Natural or normal – how are you living?

What is normal, really? Is it simply what most people do?

Natural or normal – how are you living?

From the moment a child is conceived, the idea of being normal becomes a silent benchmark. Expectant parents find comfort in hearing that their baby is tracking along the normal bell curve, developing within the average range, with no signs of abnormality. ‘Normal’ is equated with safety, reassurance, and predictability.

At birth, the first words we often hear are, “She’s healthy,” or “Everything’s normal.” If something falls outside the expected range, anxiety quickly sets in, for parents and medical professionals alike. Of course, we all want children to be healthy and well. But as a child grows, any deviation from the norm is met with unease, curiosity, or social exclusion.
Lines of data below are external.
// The straight-segment kernel against the textbook finite-wire formula, including 1e-6 L from
// the wire, and its behaviour on the segment's line beyond its ends.
#include <catch2/catch.hpp>

#include <cmath>

#include "coilwright/constants.hpp"
#include "coilwright/kernels.hpp"

using namespace coilwright;

namespace {

Vec3 segment_at(const Vec3& a, const Vec3& b, double current, const Vec3& p) {
  double x = p.x(), y = p.y(), z = p.z();
  double bx = 0.0, by = 0.0, bz = 0.0;
  kernels::add_segment_field(a, b, current, {&x, &y, &z, 1}, {&bx, &by, &bz});
  return {bx, by, bz};
}

// Source: a finite straight wire, B = mu0 I/(4 pi s) (sin t2 - sin t1) along t x s_hat
// (D. J. Griffiths, Introduction to Electrodynamics, 4th ed., Example 5.5), with sin t from the
// foot of the perpendicular: l / sqrt(l^2 + s^2); no cancellation for a foot inside the segment.
// Evaluated in long double (64-bit mantissa) so the reference is ~1e-13 even 1e-6 L from the wire.
Vec3 griffiths(const Vec3& a_, const Vec3& b_, double current, const Vec3& p_) {
  using V = Eigen::Matrix<long double, 3, 1>;
  const V a = a_.cast<long double>(), b = b_.cast<long double>(), p = p_.cast<long double>();
  const V t = (b - a).normalized();
  const long double l1 = (a - p).dot(t), l2 = (b - p).dot(t);
  const V sv = (p - a) - (p - a).dot(t) * t;  // from the line to the point
  const long double s = sv.norm();
  const long double mag = static_cast<long double>(mu0) * current / (4.0L * static_cast<long double>(pi) * s) *
                          (l2 / std::sqrt(l2 * l2 + s * s) - l1 / std::sqrt(l1 * l1 + s * s));
  return (mag * t.cross(sv / s)).cast<double>();
}

}  // namespace

TEST_CASE("segment kernel matches the finite-wire formula", "[kernels][segment]") {
  const Vec3 a(0.1, -0.2, 0.3), b(0.7, 0.5, -0.4);  // generic direction: no exact cross products
  const Vec3 t = (b - a).normalized();
  const Vec3 n1 = t.cross(Vec3(0.3, 0.2, 0.9)).normalized();
  const Vec3 n2 = t.cross(n1);
  const double L = (b - a).norm();
  for (double frac : {0.02, 0.3, 0.5, 0.77, 0.999}) {
    for (double dist : {1e-6, 1e-3, 0.1, 2.0, 50.0}) {
      for (double ang : {0.0, 1.1, 2.9}) {
        const Vec3 p = a + frac * L * t + dist * L * (std::cos(ang) * n1 + std::sin(ang) * n2);
        const Vec3 got = segment_at(a, b, 2.5, p);
        const Vec3 want = griffiths(a, b, 2.5, p);
        // The differences a - r round by ~1e-16 L, which moves the point by ~1e-16 L/dist
        // relative to its distance: allow 1e-16 L/dist (1e-10 at 1e-6 L; 1e-11 to 6e-11 is
        // measured), plus 1e-14 for the closed form's own roundings.
        const double rel = (got - want).norm() / want.norm();
        INFO("frac=" << frac << " dist=" << dist << " ang=" << ang << " rel=" << rel);
        CHECK(rel <= 1e-14 + 1e-16 / dist);
      }
    }
  }
}

TEST_CASE("segment kernel beside the ends and on the line beyond them", "[kernels][segment]") {
  const Vec3 a(0.0, 0.0, 0.0), b(0.0, 0.0, 1.0);
  // On the line beyond the ends the field vanishes (Biot-Savart: dl parallel to r - r').
  const Vec3 on_line = segment_at(a, b, 1.0, Vec3(0.0, 0.0, 1.5));
  CHECK(std::isfinite(on_line.norm()));
  CHECK(on_line.norm() < 1e-30);
  // Points past the ends (foot outside the segment), against the same textbook formula.
  for (double zz : {-2.0, -1e-3, 1.0 + 1e-4, 3.0}) {
    const Vec3 p(0.2, -0.1, zz);
    const Vec3 got = segment_at(a, b, 1.0, p);
    const Vec3 want = griffiths(a, b, 1.0, p);
    // Source as above (in long double, so its cancellation of sin t2 - sin t1 stays ~1e-16).
    CHECK((got - want).norm() <= 1e-13 * want.norm());
  }
}

TEST_CASE("long segment tends to the infinite wire", "[kernels][segment]") {
  // Source: B = mu0 I / (2 pi s) for an infinite straight wire (Ampere's law). A segment of
  // half-length H differs by the factor H / sqrt(H^2 + s^2) = 1 - s^2/(2 H^2) + ...
  const double s = 0.01, H = 1e3;
  const Vec3 got = segment_at(Vec3(0, 0, -H), Vec3(0, 0, H), 3.0, Vec3(s, 0, 0));
  const double want = mu0 * 3.0 / (2.0 * pi * s) * H / std::hypot(H, s);
  CHECK(std::fabs(got.y() - want) <= 1e-13 * want);  // direction +y for current +z at +x
  CHECK(std::fabs(got.x()) <= 1e-16 * want);
  CHECK(std::fabs(got.z()) <= 1e-16 * want);
}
Pop culture is filled with songs and stories about the deep longing to fit in and be normal. Parents often feel helpless when their child doesn't align with the textbook definition of typical. The whispered plea “Why can’t you just be normal?” echoes in many homes and hearts. People try to suppress their sensitivities and reshape themselves to appease a world that values conformity. The cost? An aching disconnection from the truth of who they are.

We are told there is safety in numbers, so we try to mould ourselves into the shapes others adopt. But it never quite fits. That shape was never truly ours. We bend and contort to fit in, but the sense of not belonging lingers. Worse still, we carry the weight of having betrayed ourselves, hiding who we really are for fear of judgment or rejection. We feel different — like impostors, and wonder if we’re the problem. We look at others who seem to ‘have it together’ and think, Why can’t I be like them? Why can’t I just be normal?

But have you ever paused to ask: What is normal, really?

Is it simply what most people do? A statistical average?

Is it what society accepts because it’s common — or just familiar?

Consider what was once ‘normal’:

  • Prescribing cigarettes for stress
  • Public executions
  • Child experimentation in the name of science
  • Sending young men to war as a rite of passage

Looking back, we’re appalled now, but at the time, these norms were widely accepted. This is the power of the collective group force: to silence deviation and demand compliance, often at the cost of truth and well-being.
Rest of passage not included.